▶ PROBLEM: Scan the material below for every line with the string "first", and copy those lines.

▶ DATA SUPPLIED:
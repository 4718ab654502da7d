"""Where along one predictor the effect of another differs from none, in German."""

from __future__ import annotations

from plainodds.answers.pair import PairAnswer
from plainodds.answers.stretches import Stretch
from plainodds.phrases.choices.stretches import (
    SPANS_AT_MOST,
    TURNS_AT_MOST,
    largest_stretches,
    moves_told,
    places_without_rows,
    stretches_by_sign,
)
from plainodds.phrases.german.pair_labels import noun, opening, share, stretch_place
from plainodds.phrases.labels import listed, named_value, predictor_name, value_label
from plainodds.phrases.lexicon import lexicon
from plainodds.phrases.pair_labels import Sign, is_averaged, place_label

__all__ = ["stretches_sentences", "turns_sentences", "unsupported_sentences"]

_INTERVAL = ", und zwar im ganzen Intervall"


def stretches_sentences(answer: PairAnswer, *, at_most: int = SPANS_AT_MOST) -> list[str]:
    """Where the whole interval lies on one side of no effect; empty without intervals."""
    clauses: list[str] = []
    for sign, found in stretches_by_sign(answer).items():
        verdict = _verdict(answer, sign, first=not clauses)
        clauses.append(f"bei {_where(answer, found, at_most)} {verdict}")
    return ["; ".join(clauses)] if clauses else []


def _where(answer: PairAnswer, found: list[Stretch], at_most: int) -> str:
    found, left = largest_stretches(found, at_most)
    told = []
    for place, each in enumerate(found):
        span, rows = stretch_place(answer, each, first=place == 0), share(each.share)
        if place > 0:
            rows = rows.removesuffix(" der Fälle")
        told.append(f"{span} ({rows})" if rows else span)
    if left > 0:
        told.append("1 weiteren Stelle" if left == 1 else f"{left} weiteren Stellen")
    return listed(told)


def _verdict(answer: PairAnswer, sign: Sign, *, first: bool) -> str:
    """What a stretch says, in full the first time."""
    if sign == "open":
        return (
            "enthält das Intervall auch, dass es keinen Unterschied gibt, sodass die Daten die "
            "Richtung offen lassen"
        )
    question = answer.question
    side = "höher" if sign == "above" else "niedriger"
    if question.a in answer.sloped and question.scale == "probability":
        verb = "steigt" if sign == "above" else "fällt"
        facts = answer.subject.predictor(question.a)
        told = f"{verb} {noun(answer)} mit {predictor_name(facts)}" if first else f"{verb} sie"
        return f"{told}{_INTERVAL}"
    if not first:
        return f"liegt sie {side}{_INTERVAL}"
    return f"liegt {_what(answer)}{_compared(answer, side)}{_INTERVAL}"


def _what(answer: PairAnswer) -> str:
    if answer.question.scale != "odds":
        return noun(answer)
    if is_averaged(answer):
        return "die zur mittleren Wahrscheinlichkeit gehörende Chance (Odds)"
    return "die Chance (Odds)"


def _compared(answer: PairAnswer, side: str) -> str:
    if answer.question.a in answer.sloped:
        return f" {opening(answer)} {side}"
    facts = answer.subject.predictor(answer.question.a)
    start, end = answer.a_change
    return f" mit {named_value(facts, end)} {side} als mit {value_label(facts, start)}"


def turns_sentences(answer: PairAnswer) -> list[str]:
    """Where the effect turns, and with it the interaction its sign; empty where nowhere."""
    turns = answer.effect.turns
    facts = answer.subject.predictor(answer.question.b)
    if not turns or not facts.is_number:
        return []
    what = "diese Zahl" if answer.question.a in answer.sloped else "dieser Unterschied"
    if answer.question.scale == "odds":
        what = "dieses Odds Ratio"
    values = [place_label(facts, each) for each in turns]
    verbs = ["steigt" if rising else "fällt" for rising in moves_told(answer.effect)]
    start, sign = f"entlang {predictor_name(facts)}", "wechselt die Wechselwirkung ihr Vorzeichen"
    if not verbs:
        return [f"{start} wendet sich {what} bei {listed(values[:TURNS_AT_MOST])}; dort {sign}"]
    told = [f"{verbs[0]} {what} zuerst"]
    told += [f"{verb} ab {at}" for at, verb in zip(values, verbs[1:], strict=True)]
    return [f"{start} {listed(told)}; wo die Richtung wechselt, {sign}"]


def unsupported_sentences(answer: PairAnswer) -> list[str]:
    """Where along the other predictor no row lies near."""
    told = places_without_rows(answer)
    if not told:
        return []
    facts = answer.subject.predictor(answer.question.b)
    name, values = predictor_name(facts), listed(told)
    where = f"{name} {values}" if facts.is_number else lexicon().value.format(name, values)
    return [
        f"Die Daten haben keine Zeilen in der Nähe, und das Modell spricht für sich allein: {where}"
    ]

▶ RESPONSE TO THE TASK:
        verdict = _verdict(answer, sign, first=not clauses)
        span, rows = stretch_place(answer, each, first=place == 0), share(each.share)
def _verdict(answer: PairAnswer, sign: Sign, *, first: bool) -> str:
    """What a stretch says, in full the first time."""
        told = f"{verb} {noun(answer)} mit {predictor_name(facts)}" if first else f"{verb} sie"
    if not first:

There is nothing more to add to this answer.